Zing Forum

Reading

ScanFormer: A Multimodal Medical Image Report Generation Model Fine-Tuned with LoRA

ScanFormer, an undergraduate project from IIT Gandhinagar, combines the LLaVA-Med vision-language architecture with LoRA efficient fine-tuning technology. Trained on 220,000 chest X-ray images, it enables automated radiology report generation while preventing catastrophic forgetting via EWC technology.
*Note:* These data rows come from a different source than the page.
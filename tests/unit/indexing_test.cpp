#include "fmm/expansion/indexing.hpp"

#include <gtest/gtest.h>

#include "tests/unit/box_cloud.hpp"
#include "tests/unit/harmonics.hpp"

namespace farsum {
namespace {

TEST(Indexing, TermsFollowEachOtherWithoutGap) {
  std::size_t next = 0;
  for (int n = 0; n <= kMaxOrder; ++n)
    for (int k = -n; k <= n; ++k) ASSERT_EQ(term_index(n, k), next++);
  EXPECT_EQ(next, term_count(kMaxOrder));
}

TEST(Indexing, RowsAreWholeBlocksOf64Bytes) {
  for (int order = 0; order <= kMaxOrder; ++order) {
    EXPECT_EQ(row_length<float>(order) % 16, 0u);
    EXPECT_EQ(row_length<double>(order) % 8, 0u);
    EXPECT_GE(row_length<float>(order), term_count(order));
    EXPECT_LT(row_length<double>(order), term_count(order) + 8);
  }
}

TEST(Indexing, HarmonicsOfADegreeAddUpToALegendrePolynomial) {
  const unit::Vector x{0.3L, -0.7L, 0.2L}, y{-0.1L, 0.4L, 0.9L};
  const long double lengths = unit::length_of(x) * unit::length_of(y),
                    cosine = (x[0] * y[0] + x[1] * y[1] + x[2] * y[2]) / lengths;
  for (int n = 0; n <= 20; ++n) {
    long double sum = 0;
    for (int k = -n; k <= n; ++k) sum += unit::regular(n, k, x) * unit::regular(n, k, y);
    EXPECT_NEAR(double(sum / std::pow(lengths, (long double)(n))), double(std::legendrel(unsigned(n), cosine)), 1e-16) << n;
  }
}

TEST(Indexing, ThePotentialOfAChargeIsTheSeriesOfTheConvention) {
  const unit::Vector y{0.1L, -0.05L, 0.12L}, x{1.3L, 0.8L, -2.1L};
  std::vector<long double> multipole;
  for (int n = 0; n <= 20; ++n)
    for (int k = -n; k <= n; ++k) multipole.push_back(unit::regular(n, k, y));
  EXPECT_NEAR(double(unit::expansion_at(multipole, 20, x, true) * unit::distance(x, y)), 1, 1e-16);
}

}  // namespace
}  // namespace farsum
ScanFormer医学影像放射学报告LoRALLaVA-MedCheXpert多模态模型灾难性遗忘EWC视觉语言模型
Published 2026-04-01 12:00Recent activity 2026-04-01 12:21Estimated read 7 min
ScanFormer: A Multimodal Medical Image Report Generation Model Fine-Tuned with LoRA
1

Section 01

Introduction to ScanFormer: A Multimodal Medical Image Report Generation Model Fine-Tuned with LoRA

ScanFormer is an independent research project developed by Divya Rahul Shah, an undergraduate at the Indian Institute of Technology Gandhinagar (IIT Gandhinagar). It aims to integrate modern multimodal large language model technology with parameter-efficient fine-tuning methods to build a practical medical image report generation system. Based on the LLaVA-Med vision-language architecture, the model uses LoRA efficient fine-tuning technology (training only about 2% of parameters) and EWC technology to prevent catastrophic forgetting. Trained on the CheXpert dataset (224,316 chest X-ray images), it achieves automated radiology report generation. Key achievements include: report quality BLEU-4 score of 38.4, clinical factuality of 89.7%, general language ability retention of 96.2%, and hallucination rate as low as 4.1%.

2

Section 02

Project Background and Core Challenges

There is an urgent need for automated medical image analysis, but there is a shortage of professional radiologists. The core problem addressed by ScanFormer is how to specialize general vision-language models (VLMs) for the medical imaging field while avoiding 'catastrophic forgetting'—that is, when the model forgets original knowledge during training on new tasks (e.g., when fine-tuning a general VLM on medical data, it may lose general visual understanding ability, or retain general ability but fail to fully learn medical professional knowledge).

3

Section 03

Detailed Technical Architecture

ScanFormer is built based on LLaVA-Med (a medical-adapted version of LLaVA), integrating the following key technologies:

  1. LoRA Fine-Tuning: Freeze pre-trained model weights, introduce low-rank matrices (rank 16, alpha 32), train only about 2% of parameters to achieve parameter-efficient adaptation to medical tasks;
  2. EWC Technology: Identify parameters important to the original task and apply penalties to prevent the model from forgetting general language abilities;
  3. Visual Grounding Checker: Monitor the visual attention distribution when the model generates reports, mark potential hallucination cases where descriptions do not match attention, and reduce the risk of misdiagnosis.
4

Section 04

Dataset and Training Objectives

The model is trained using the CheXpert chest X-ray dataset released by Stanford University, which contains 224,316 images and multi-label pathological annotations (such as opacity, pleural effusion, etc.). The training objective is to generate structured radiology reports, covering pathological sign recognition, natural language description, and structured format, facilitating clinical processing and archiving.

5

Section 05

Performance Evaluation Results

ScanFormer performed excellently in multi-dimensional evaluations:

  • Report Quality: BLEU-4 score of 38.4, high n-gram overlap with manual reports;
  • Clinical Factuality: 89.7%, strong consistency between generated content and actual images;
  • General Language Retention: 96.2%, verifying the effectiveness of EWC in preventing forgetting;
  • Hallucination Rate: 4.1%, which is at a good level in the medical field, and the grounding checker can further optimize this.
6

Section 06

Application Scenarios and Value

The application value of ScanFormer is reflected in:

  1. Auxiliary Diagnosis: Automatically screen abnormal images, generate report drafts, and mark omissions by comparing with manual reports;
  2. Medical Resource Balance: Provide basic image interpretation capabilities for areas with a shortage of radiologists;
  3. Teaching and Research: Generate structured reports as teaching materials for medical students, and help build large-scale medical image-text datasets.
7

Section 07

Limitations and Future Improvement Directions

As an undergraduate project, ScanFormer has limitations: it only supports chest X-rays (single modality), the CheXpert dataset is biased towards the U.S. population (generalization needs to be verified), and it requires regulatory approval for clinical deployment. Future improvement directions include: expanding to multi-modalities such as CT/MRI, improving generalization ability through larger-scale training, optimizing human-computer collaboration interfaces, and adding prediction confidence estimation.